# Quelle application pour comparer 2 photos côte à côte ?



## Lolo43d (30 Septembre 2019)

Bonsoir,

Lors de mes voyages, il m'arrive régulièrement de prendre une photo en double lorsque la météo n'est pas très lumineuse ou en soirée par exemple. En effet, dans ces conditions et après comparaison, 1 des 2 photos est alors souvent mieux nette.

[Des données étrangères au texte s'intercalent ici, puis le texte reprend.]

using System.Globalization;
using System.Text;
using LoadWatch.Activities;
using LoadWatch.Days;
using LoadWatch.Loads;
using LoadWatch.People;
using LoadWatch.Recordings;
using LoadWatch.Service.Configuration;
using LoadWatch.Service.Export;
using LoadWatch.Service.Pipeline;
using LoadWatch.Stimulus;
using LoadWatch.Storage;
using LoadWatch.Storage.Activities;
using LoadWatch.Storage.Archives;
using NodaTime;

namespace LoadWatch.Service.Explain;
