using LoadWatch.Loads;
using LoadWatch.People;
using LoadWatch.Recordings;
using LoadWatch.Stimulus;
using NodaTime;

namespace LoadWatch.Activities;

/// <summary>What the working sets of one logged session come to.</summary>
/// <param name="Count">Working sets, 1 or more.</param>
/// <param name="Stimulus">Legs first.</param>
/// <param name="Totals">Sets, repetitions, kilograms.</param>
/// <param name="Remarks">In plain words.</param>
/// <param name="Read">How each was read.</param>
internal sealed record StatedSets(
    int Count, IReadOnlyList<RegionStimulus> Stimulus, IReadOnlyList<Quantity> Totals, IReadOnlyList<string> Remarks, IReadOnlyList<ReadSet> Read)
{
    public static StatedSets Of(IReadOnlyList<StrengthSet> work, LocalDate date, Person person, AnchorBook anchors, ComputationSettings settings)
    {
        var stimulus = SessionOfSets.Of(work, date, person, anchors, settings);
        var (totals, remark) = SetTotals.Of(work, settings.Equations.OneRepetitionMaxByRepetitions);
        return new StatedSets(work.Count, stimulus.Regions, totals, remark is null ? stimulus.Remarks : [.. stimulus.Remarks, remark], stimulus.Sets);
    }

    /// <summary>The poorest grade of the regions; E where nothing could be read.</summary>
    public static Grade GradeOf(IEnumerable<RegionStimulus> stimulus) =>
        stimulus.Select(region => region.Grade).DefaultIfEmpty(Grade.E).Max();
}
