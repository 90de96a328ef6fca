using LoadWatch.Activities;
using LoadWatch.Decoding;
using LoadWatch.Decoding.Containers;
using LoadWatch.People;
using LoadWatch.Recordings;
using LoadWatch.Service.Configuration;
using LoadWatch.Service.Pipeline;
using LoadWatch.Stimulus;
using LoadWatch.Storage;
using LoadWatch.Storage.Activities;
using LoadWatch.Storage.Archives;
using LoadWatch.Storage.Recordings;
using NodaTime;

namespace LoadWatch.Service.Explain;

/// <summary>The recordings of a session read from the archive once more, for what lies between them and the stimulus: that is stored nowhere.</summary>
internal static class ArchivedSession
{
    /// <summary>Null where an original is missing or damaged.</summary>
    public static SessionStimulus? Stimulus(
        WorkingConfiguration configuration, Archive archive, StoreSession session, TableBasis basis, Person person, StoredMerge merge)
    {
        var decoders = new DecoderSet(configuration.Layouts, ContainerLimits.For(configuration.LargestFileBytes));
        var decoder = new ArrivalDecoder(configuration, decoders, archive, Instant.MaxValue)
        {
            Salvages = sha => configuration.Salvages(session.Sightings.Of(sha).Select(sighting => sighting.Inbox)),
        };
        var shelf = new RecordingShelf(decoder);
        try
        {
            return Merged(decoder, shelf, new SessionPlan(merge.Winner, merge.Frame, merge.Contributions), session.Arrivals.Get) is { } recording
                ? decoder.StimulusOf(recording, person, basis)
                : null;
        }
        catch (IOException)
        {
            return null;
        }
        finally
        {
            shelf.Close();
        }
    }

    private static Recording? Merged(ArrivalDecoder decoder, RecordingShelf shelf, SessionPlan plan, Func<string, Arrival?> arrivalOf) =>
        plan.Givers.All(key => shelf.Has(key, arrivalOf))
            ? decoder.Merged(plan, plan.Givers.ToDictionary(key => key, key => shelf.Find(key, arrivalOf)!, StringComparer.Ordinal))
            : null;
}
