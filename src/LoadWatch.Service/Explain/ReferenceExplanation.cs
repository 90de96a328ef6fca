using System.Globalization;
using System.Text;
using LoadWatch.Anchors;
using LoadWatch.Days;
using LoadWatch.Loads;
using LoadWatch.Notices;
using LoadWatch.People;
using LoadWatch.Service.Export;
using LoadWatch.Service.Pipeline;
using NodaTime;

namespace LoadWatch.Service.Explain;

/// <summary>By which reference values the windows of a date are read (I-15).</summary>
internal static class ReferenceExplanation
{
    /// <summary>Nothing where the person's loads hang on none.</summary>
    public static void Append(StringBuilder text, Person person, Group group, TableBasis basis, LocalDate date)
    {
        var anchors = basis.AnchorsOf(person);
        var periods = ReferencePeriods.Of(person, group, anchors);
        var now = periods.On(date);
        foreach (var value in now.Values)
        {
            text.AppendLine(CultureInfo.InvariantCulture, $"    for every session of the windows of this date: {Stated(value, now, person, anchors)}");
        }

        foreach (var (earlier, later) in periods.All.Zip(periods.All.Skip(1)).Where(pair => pair.Second.From <= date && pair.Second.From > date.PlusDays(-LoadCalendar.LookBackDays)))
        {
            var also = later.From > date.PlusDays(-ReferencePeriods.WindowDays) ? "; rules of load are read by the values before it, too" : "";
            text.AppendLine(CultureInfo.InvariantCulture, $"    changed on {Words.Date(later.From)}: {ReferenceWords.Of(later.ChangesSince(earlier))}{also}");
        }
    }

    private static string Stated(ReferenceValue value, ReferencePeriod period, Person person, AnchorBook anchors)
    {
        var on = value.Kind == AnchorKind.SpeedMax ? period.ValuesOn : period.HeartRateOn;
        return anchors.On(on, person.Id, value.Kind) is { } anchor ? AnchorText.Of(anchor)
            : value is { Kind: AnchorKind.HeartRateMax, Value: not null } && AnchorText.ByAge(person, on, anchors.HeartRateMaxEquation) is { } byAge ? byAge
            : $"{AnchorText.Name(value.Kind)} unknown";
    }

    /// <summary>What the person's own sessions tell on a date: used where nothing was measured, shown where it contradicts what was.</summary>
    public static void AppendObserved(StringBuilder text, Person person, TableBasis basis, LocalDate date)
    {
        var (observed, stated) = (basis.ObservedOf(person), basis.StatedOf(person));
        foreach (var one in observed.Where(one => one.From <= date).GroupBy(one => one.Of).Select(same => same.MaxBy(one => one.From)!))
        {
            var use = stated.MeasuredOn(date, one.ToAnchor()) is null ? "used" : "not used, one is measured";
            text.AppendLine(
                CultureInfo.InvariantCulture,
                $"    from own sessions {AnchorText.Name(one.Kind, one.Sport, one.Exercise, one.Machine)} = {one.Value:0.###} {AnchorKinds.Of(one.Kind).Unit} (within {one.Error:0.###}) from {Words.Date(one.From)} on, {use}: {OneLine.Of(one.Basis)}{AnchorText.Age(one, date)}");
        }

        AppendContradictions(text, date, observed, stated);
    }

    public static void AppendContradictions(StringBuilder text, LocalDate date, IEnumerable<ObservedAnchor> observed, AnchorBook stated)
    {
        foreach (var contradiction in AnchorContradiction.On(date, observed, stated))
        {
            text.AppendLine(CultureInfo.InvariantCulture, $"    {OneLine.Of(contradiction.Words)}");
        }
    }
}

Par conséquent, je voulais savoir si une application sous iOs (ou macOs d'ailleurs) proposait une vue comparative de 2 photos côte à côte permettant de se déplacer et zoomer dans les photos afin de choisir la meilleure ?
A la manière de la vue comparative sous LightRoom par exemple : https://www.libellules.ch/dotclear/...room-Comment-comparer-deux-photos-côte-à-côte

Petite précision : je cherche une application étant compatible avec le "HEIF".

Merci par avance


----------



## roquebrune (2 Octobre 2019)

Sous OS X ou iPadOS tu peux ouvrir deux fenêtres côte à côte


----------



## CGo78 (5 Octobre 2019)

Lolo43d a dit:


> Bonsoir,
> 
> Lors de mes voyages, il m'arrive régulièrement de prendre une photo en double lorsque la météo n'est pas très lumineuse ou en soirée par exemple. En effet, dans ces conditions et après comparaison, 1 des 2 photos est alors souvent mieux nette.
> 
> ...



J’utilise pour ma part TwinViewer. Interface un peu obsolète mais me donne satisfaction...
Bien à toi.


----------